**Task instructions**
Could you filter the material and copy every line where the word "false" occurs?

===== The data =====

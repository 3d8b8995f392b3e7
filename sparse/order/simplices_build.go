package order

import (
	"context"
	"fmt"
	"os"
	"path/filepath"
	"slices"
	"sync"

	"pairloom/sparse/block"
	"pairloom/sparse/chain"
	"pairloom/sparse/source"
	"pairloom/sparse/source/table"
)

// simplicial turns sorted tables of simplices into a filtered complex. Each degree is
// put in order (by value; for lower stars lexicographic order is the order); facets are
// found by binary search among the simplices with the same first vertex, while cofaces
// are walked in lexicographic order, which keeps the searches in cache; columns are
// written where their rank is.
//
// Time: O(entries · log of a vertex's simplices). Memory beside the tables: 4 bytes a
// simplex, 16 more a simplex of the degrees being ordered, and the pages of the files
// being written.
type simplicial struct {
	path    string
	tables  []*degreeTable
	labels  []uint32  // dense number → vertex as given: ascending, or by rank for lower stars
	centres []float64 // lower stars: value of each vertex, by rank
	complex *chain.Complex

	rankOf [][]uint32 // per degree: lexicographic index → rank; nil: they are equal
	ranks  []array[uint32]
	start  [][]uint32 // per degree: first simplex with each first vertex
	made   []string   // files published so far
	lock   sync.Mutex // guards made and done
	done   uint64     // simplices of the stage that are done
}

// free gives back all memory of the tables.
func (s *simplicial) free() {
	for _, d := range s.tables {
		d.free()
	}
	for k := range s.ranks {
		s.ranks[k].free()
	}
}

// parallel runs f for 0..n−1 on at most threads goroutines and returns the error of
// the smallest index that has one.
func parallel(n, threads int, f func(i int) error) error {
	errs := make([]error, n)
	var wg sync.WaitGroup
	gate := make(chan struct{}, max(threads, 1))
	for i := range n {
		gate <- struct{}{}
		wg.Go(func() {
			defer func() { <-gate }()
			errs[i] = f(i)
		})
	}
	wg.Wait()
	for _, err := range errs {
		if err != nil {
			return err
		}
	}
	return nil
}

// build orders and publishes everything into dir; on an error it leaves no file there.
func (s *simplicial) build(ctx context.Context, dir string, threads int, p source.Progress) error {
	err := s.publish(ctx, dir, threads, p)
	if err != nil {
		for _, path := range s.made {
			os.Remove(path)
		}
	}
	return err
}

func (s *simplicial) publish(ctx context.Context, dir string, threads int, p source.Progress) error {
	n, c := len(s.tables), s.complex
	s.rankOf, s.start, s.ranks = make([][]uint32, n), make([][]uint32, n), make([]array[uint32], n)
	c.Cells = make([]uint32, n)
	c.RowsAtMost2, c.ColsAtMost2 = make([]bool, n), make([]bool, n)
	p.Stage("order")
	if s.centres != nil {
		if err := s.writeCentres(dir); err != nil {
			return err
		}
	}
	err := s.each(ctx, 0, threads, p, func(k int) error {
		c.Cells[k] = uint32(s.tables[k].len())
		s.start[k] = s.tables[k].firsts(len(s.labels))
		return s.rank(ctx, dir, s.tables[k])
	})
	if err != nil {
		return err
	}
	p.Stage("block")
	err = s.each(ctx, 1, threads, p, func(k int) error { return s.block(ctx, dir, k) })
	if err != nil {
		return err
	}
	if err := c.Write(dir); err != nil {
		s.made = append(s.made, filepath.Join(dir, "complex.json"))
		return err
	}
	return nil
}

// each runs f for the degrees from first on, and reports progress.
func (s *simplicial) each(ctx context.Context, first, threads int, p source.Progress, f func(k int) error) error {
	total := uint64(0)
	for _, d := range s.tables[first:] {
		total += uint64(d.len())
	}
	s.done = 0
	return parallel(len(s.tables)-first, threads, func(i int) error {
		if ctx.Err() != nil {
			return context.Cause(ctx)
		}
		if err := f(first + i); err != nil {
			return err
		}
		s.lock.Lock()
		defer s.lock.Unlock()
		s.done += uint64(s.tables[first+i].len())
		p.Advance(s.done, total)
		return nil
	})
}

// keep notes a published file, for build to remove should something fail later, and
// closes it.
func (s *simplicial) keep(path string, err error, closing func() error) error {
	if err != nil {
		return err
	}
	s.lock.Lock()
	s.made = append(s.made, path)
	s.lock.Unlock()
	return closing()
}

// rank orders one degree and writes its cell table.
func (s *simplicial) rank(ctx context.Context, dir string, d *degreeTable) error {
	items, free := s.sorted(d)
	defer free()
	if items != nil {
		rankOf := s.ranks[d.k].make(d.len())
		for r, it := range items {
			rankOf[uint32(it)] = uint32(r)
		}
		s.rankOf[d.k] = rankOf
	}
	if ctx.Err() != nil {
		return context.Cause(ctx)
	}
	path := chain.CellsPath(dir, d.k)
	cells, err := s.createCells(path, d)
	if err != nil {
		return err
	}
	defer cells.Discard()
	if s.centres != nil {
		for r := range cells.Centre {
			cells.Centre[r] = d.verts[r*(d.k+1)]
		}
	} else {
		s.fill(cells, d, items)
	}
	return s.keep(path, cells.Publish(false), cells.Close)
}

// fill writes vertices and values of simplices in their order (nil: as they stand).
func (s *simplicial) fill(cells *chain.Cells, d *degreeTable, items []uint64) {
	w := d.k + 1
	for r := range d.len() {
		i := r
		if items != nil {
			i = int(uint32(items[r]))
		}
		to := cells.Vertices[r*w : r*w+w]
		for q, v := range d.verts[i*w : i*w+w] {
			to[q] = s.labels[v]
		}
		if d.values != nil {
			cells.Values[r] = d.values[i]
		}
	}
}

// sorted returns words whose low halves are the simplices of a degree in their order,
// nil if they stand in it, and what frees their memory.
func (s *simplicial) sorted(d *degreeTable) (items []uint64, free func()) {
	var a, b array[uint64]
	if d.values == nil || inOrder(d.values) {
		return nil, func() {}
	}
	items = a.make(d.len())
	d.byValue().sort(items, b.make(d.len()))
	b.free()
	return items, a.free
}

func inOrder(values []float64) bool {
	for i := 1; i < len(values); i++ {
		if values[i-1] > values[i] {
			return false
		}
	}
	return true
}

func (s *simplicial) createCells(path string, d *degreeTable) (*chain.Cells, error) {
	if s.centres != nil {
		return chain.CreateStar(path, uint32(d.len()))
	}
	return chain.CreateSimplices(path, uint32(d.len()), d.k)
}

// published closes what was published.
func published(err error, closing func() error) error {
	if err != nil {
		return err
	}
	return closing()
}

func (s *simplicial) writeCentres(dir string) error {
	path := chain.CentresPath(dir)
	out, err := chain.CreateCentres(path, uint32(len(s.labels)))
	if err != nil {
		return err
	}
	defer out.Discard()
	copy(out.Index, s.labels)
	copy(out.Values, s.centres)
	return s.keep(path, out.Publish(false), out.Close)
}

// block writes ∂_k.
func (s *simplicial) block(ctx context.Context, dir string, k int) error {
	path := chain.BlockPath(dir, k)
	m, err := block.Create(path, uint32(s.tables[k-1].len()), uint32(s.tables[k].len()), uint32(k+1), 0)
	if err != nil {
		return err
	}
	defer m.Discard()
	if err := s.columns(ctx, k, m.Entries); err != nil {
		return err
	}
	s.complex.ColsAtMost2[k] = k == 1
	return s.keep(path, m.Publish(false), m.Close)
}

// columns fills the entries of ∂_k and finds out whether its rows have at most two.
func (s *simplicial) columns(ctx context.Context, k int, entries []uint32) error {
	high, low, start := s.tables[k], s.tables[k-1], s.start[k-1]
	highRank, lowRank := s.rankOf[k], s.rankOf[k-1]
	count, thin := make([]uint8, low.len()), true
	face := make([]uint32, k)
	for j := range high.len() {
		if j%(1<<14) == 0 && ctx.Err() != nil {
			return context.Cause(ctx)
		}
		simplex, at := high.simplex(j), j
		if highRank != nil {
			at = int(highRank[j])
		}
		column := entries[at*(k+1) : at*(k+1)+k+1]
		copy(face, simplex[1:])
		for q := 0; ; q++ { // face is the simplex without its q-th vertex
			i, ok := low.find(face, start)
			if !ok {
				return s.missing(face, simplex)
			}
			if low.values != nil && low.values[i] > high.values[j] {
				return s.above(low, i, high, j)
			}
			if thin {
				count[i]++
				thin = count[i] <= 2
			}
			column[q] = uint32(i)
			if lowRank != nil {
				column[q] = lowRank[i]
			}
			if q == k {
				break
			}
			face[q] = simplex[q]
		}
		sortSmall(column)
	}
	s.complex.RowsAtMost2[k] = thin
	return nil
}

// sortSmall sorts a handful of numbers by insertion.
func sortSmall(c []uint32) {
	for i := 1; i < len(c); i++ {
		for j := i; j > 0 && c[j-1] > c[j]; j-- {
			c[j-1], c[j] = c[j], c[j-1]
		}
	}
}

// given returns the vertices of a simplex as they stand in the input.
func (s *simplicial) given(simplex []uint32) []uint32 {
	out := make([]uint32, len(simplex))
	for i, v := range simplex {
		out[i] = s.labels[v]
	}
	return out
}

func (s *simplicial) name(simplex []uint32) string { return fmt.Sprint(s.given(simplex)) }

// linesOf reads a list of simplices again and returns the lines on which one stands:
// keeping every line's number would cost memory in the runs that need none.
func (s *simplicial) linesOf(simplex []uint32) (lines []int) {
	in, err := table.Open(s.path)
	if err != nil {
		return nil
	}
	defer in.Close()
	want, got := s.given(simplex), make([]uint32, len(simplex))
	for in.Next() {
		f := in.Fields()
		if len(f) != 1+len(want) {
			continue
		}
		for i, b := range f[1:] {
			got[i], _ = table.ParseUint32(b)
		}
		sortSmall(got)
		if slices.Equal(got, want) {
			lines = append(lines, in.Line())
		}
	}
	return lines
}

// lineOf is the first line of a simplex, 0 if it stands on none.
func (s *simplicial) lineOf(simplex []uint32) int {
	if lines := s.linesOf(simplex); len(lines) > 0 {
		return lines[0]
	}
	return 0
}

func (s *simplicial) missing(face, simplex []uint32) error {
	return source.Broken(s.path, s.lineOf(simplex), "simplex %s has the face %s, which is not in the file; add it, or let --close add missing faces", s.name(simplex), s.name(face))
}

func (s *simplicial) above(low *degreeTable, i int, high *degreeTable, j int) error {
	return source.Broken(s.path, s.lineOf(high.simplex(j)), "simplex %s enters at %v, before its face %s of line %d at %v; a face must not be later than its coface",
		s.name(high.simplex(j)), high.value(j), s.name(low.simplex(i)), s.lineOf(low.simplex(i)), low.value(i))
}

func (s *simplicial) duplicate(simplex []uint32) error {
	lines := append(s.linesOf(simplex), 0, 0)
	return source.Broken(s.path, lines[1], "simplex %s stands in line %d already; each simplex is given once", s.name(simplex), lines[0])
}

=====

**Your solution**
	return s.keep(path, cells.Publish(false), cells.Close)
			return false
	return s.keep(path, out.Publish(false), out.Close)
	return s.keep(path, m.Publish(false), m.Close)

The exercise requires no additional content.